The primary neighboring atoms of the most plausible complex for

respective nCl, as discussed below, are extracted in Figure 5. In the optimized geometries of [Cu(TfO)4]2‒ and [CuCl(TfO)3]2‒, the four nearest neighbor atoms were in approximate squareplanar symmetry, where the latter complex showed a slight D2d character (the bond angles made by Cu2+ and the respective trans-position atoms were 157° and 158°). An optimized geometry of [Cu(TfO)3]‒ was also provided. Although the stationary point was not achieved for [Cu(TfO)5]2‒ , the complex did not disaggregate during the geometry optimization process. Conversely, one TfO‒ departed from the [Cu(TfO)6]4‒ complex. These results imply that the solvation number of 4 ± 1 can be allowed for Cu2+ in C4mimTfO. In the case of the nCl = 2 complex, both [CuCl2(TfO)]‒ and [CuCl2(TfO)2]2‒ provided the optimized geometries; however, the formation enthalpy of the former complex was approximately 200 kJ/mol larger than that of the latter.
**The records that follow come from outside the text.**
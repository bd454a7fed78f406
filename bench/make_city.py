"""Write an invented city for benchmarks and scale tests.

Usage::

    python bench/make_city.py --edges 100000 --seed 1 --out city.osm.pbf

Prints the summary of :func:`routerisk.testing.synthetic.write_city` as JSON, with the seconds taken.
"""

from __future__ import annotations

import argparse
import sys
import time
from collections.abc import Sequence
from pathlib import Path

try:
    from routerisk.errors import RouteriskError
    from routerisk.io.atomic import dumps_json
    from routerisk.testing import synthetic
except ModuleNotFoundError:  # run from a checkout without installing the package
    sys.path.insert(0, str(Path(__file__).resolve().parents[1]))
    from routerisk.errors import RouteriskError
    from routerisk.io.atomic import dumps_json
    from routerisk.testing import synthetic


def _centre(text: str) -> tuple[float, float]:
    try:
        lat, lon = (float(v) for v in text.split(","))
    except ValueError:
        raise argparse.ArgumentTypeError(f"expected LAT,LON, got {text!r}") from None
    return lat, lon


def main(argv: Sequence[str] | None = None) -> int:
    """Parse the options, write the city and print its summary."""
    parser = argparse.ArgumentParser(description=__doc__.splitlines()[0])
    parser.add_argument("--edges", type=int, required=True,
                        help="directed drivable edges after simplification (about)")  # fmt: skip
    parser.add_argument("--seed", type=int, default=0, help="random seed (default 0)")
    parser.add_argument("--out", required=True, help="output file, .osm.pbf or .osm")
    parser.add_argument(
        "--centre", type=_centre, default=synthetic.DEFAULT_CENTRE, metavar="LAT,LON",
        help="city centre (default 30,-45: open ocean)",
    )  # fmt: skip
    parser.add_argument("--force", action="store_true", help="replace an existing file")
    args = parser.parse_args(argv)
    start = time.perf_counter()
    try:
        summary = synthetic.write_city(
            args.out, edges=args.edges, seed=args.seed, centre=args.centre, force=args.force
        )
    except RouteriskError as exc:
        print(f"error: {exc.one_line()}", file=sys.stderr)
        return 2
    summary["seconds"] = round(time.perf_counter() - start, 2)
    print(dumps_json(summary))
    return 0


if __name__ == "__main__":
    raise SystemExit(main())
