def _lon200(tmp: Path) -> Path:
    # grid node 7 moved to longitude 200 (osmium reads it; it is no place on Earth)
    text = _grid(tmp, "lon200.osm").read_text()
    old = osm.node(7, 38.501, -37.998)
    assert old in text
    return _write(tmp / "lon200.osm", text.replace(old, osm.node(7, 38.501, 200.0)))


def _bad_crossing(tmp: Path) -> Path:
    # a tagged crossing node far off the map, used by no road: the crossing itself is read
    return _grid(tmp, "crossing.osm", extra=[osm.node(50, -91.0, -38.0, highway="crossing")])


def _nan_coordinate(tmp: Path) -> Path:
    text = _grid(tmp, "nan.osm").read_text()
    return _write(tmp / "nan.osm", text.replace('lat="38.5000000"', 'lat="nan"', 1))


def _lat95(tmp: Path) -> Path:
    return osm.write(
        tmp / "lat95.osm",
        [
            osm.node(1, 95.0, -38.0),
            osm.node(2, 95.001, -38.0),
            osm.node(3, 95.002, -38.0),
            osm.way(10, [1, 2, 3], highway="residential", name="Skyward Road"),
            osm.way(11, [3, 2, 1], highway="residential", name="Skyward Road"),
        ],
    )


def _clipped(tmp: Path) -> Path:
    # the grid's ways also reference nodes 900..903 that the extract does not hold
    extra = [
        osm.way(2000, [900, 1, 2, 3, 901], highway="residential", name="Clipped Road"),
        osm.way(2001, [13, 902, 14, 15, 16, 903], highway="tertiary", name="Edge Road"),
    ]
    return _grid(tmp, "clipped.osm", extra=extra)


def _projected_routes(tmp: Path) -> Path:
    to_utm = pyproj.Transformer.from_crs("EPSG:4326", "EPSG:32624", always_xy=True)
    coords = [list(to_utm.transform(*A)), list(to_utm.transform(*B))]
    path = _geojson(tmp, coords, name="utm.geojson")
    data = json.loads(path.read_text())
    data["crs"] = {"type": "name", "properties": {"name": "urn:ogc:def:crs:EPSG::32624"}}
    return _write(path, json.dumps(data))
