"""Benchmark ``routerisk build`` on a generated city against osmnx's bare XML load.

Run by hand (not part of the tests):  python bench/bench_build.py --edges 10000

Generates a seeded synthetic city (routerisk.testing.synthetic) as PBF and XML, then times in one run:
  baseline  osmnx.graph_from_xml(XML, simplify=True, retain_all=False)  (load only, no tagging)
  build     routerisk build (read PBF, drive filter, simplify, speeds, UTM, sources, tagging, save)
and prints a table with the ratio build / baseline, and writes bench/results/build_<edges>.json.
"""

from __future__ import annotations

import argparse
import json
import platform
import subprocess
import sys
import tempfile
from pathlib import Path

HERE = Path(__file__).resolve().parent


def _child(code: str) -> dict:
    """Run ``code`` in a fresh interpreter; return its JSON result with wall time and peak RSS."""
    wrapper = (
        "import json, resource, time\nt0 = time.perf_counter()\n"
        + code
        + "\nprint(json.dumps({'seconds': time.perf_counter() - t0, 'peak_mib': "
        "resource.getrusage(resource.RUSAGE_SELF).ru_maxrss / 1024, **RESULT}))\n"
    )
    out = subprocess.run(
        [sys.executable, "-c", wrapper], check=True, capture_output=True, text=True
    )
    return json.loads(out.stdout.strip().splitlines()[-1])


def main() -> None:
    ap = argparse.ArgumentParser(description=__doc__.splitlines()[0])
    ap.add_argument("--edges", type=int, default=10000)
    ap.add_argument("--seed", type=int, default=1)
    ap.add_argument("--skip-baseline", action="store_true")
    args = ap.parse_args()
    sys.path.insert(0, str(HERE.parent))
    from routerisk.testing.synthetic import write_city

    with tempfile.TemporaryDirectory() as tmp:
        pbf = Path(tmp) / "city.osm.pbf"
        xml = Path(tmp) / "city.osm"
        write_city(pbf, edges=args.edges, seed=args.seed)
        write_city(xml, edges=args.edges, seed=args.seed)
        rows = {}
        if not args.skip_baseline:
            rows["osmnx graph_from_xml (baseline)"] = _child(
                "import osmnx as ox\n"
                f"G = ox.graph_from_xml({str(xml)!r}, simplify=True, retain_all=False)\n"
                "RESULT = {'edges': G.number_of_edges()}"
            )
        rows["routerisk build"] = _child(
            f"import sys; sys.path.insert(0, {str(HERE.parent)!r})\n"
            "from routerisk.network.folder import build_network, save_network\n"
            f"net = build_network({str(pbf)!r})\n"
            f"save_network(net, {str(Path(tmp) / 'net')!r})\n"
            "RESULT = {'edges': len(net.edges)}"
        )
    base = rows.get("osmnx graph_from_xml (baseline)")
    print(f"{'stage':36s} {'edges':>8s} {'seconds':>9s} {'peak MiB':>9s} {'ratio':>7s}")
    for name, r in rows.items():
        ratio = r["seconds"] / base["seconds"] if base else float("nan")
        r["ratio_to_baseline"] = ratio
        print(f"{name:36s} {r['edges']:8d} {r['seconds']:9.2f} {r['peak_mib']:9.0f} {ratio:7.2f}")
    res = HERE / "results"
    res.mkdir(exist_ok=True)
    record = {
        "edges_requested": args.edges,
        "seed": args.seed,
        "python": platform.python_version(),
        "machine": platform.machine(),
        "cpus": __import__("os").cpu_count(),
        "rows": rows,
    }
    (res / f"build_{args.edges}.json").write_text(json.dumps(record, indent=2, sort_keys=True))


if __name__ == "__main__":
    main()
Although it is difficult to determine the real form of the complex based only on the DFT energy in the isolated gaseous phase, the [CuCl2(TfO)]‒ structure of the nCl = 2 complex is consistent with the aforementioned thermodynamic results. For the nCl = 3 and 4 complexes, geometry optimization did not converge for the complexes containing TfO‒. However, since the nCl = 3 spectrum showed a D2d character, the existence of [CuCl3(TfO)]2‒ is assumed. To explain these results, [CuCl3]‒ and [CuCl3(TfO)]2‒ are proposed to coexist as the nCl = 3 complex. In fact, the [CuCl3]‒ geometry appears to have sufficient spatial capability to approach for TfO‒ even though it is not explicitly coordinated to Cu2+ in the solution.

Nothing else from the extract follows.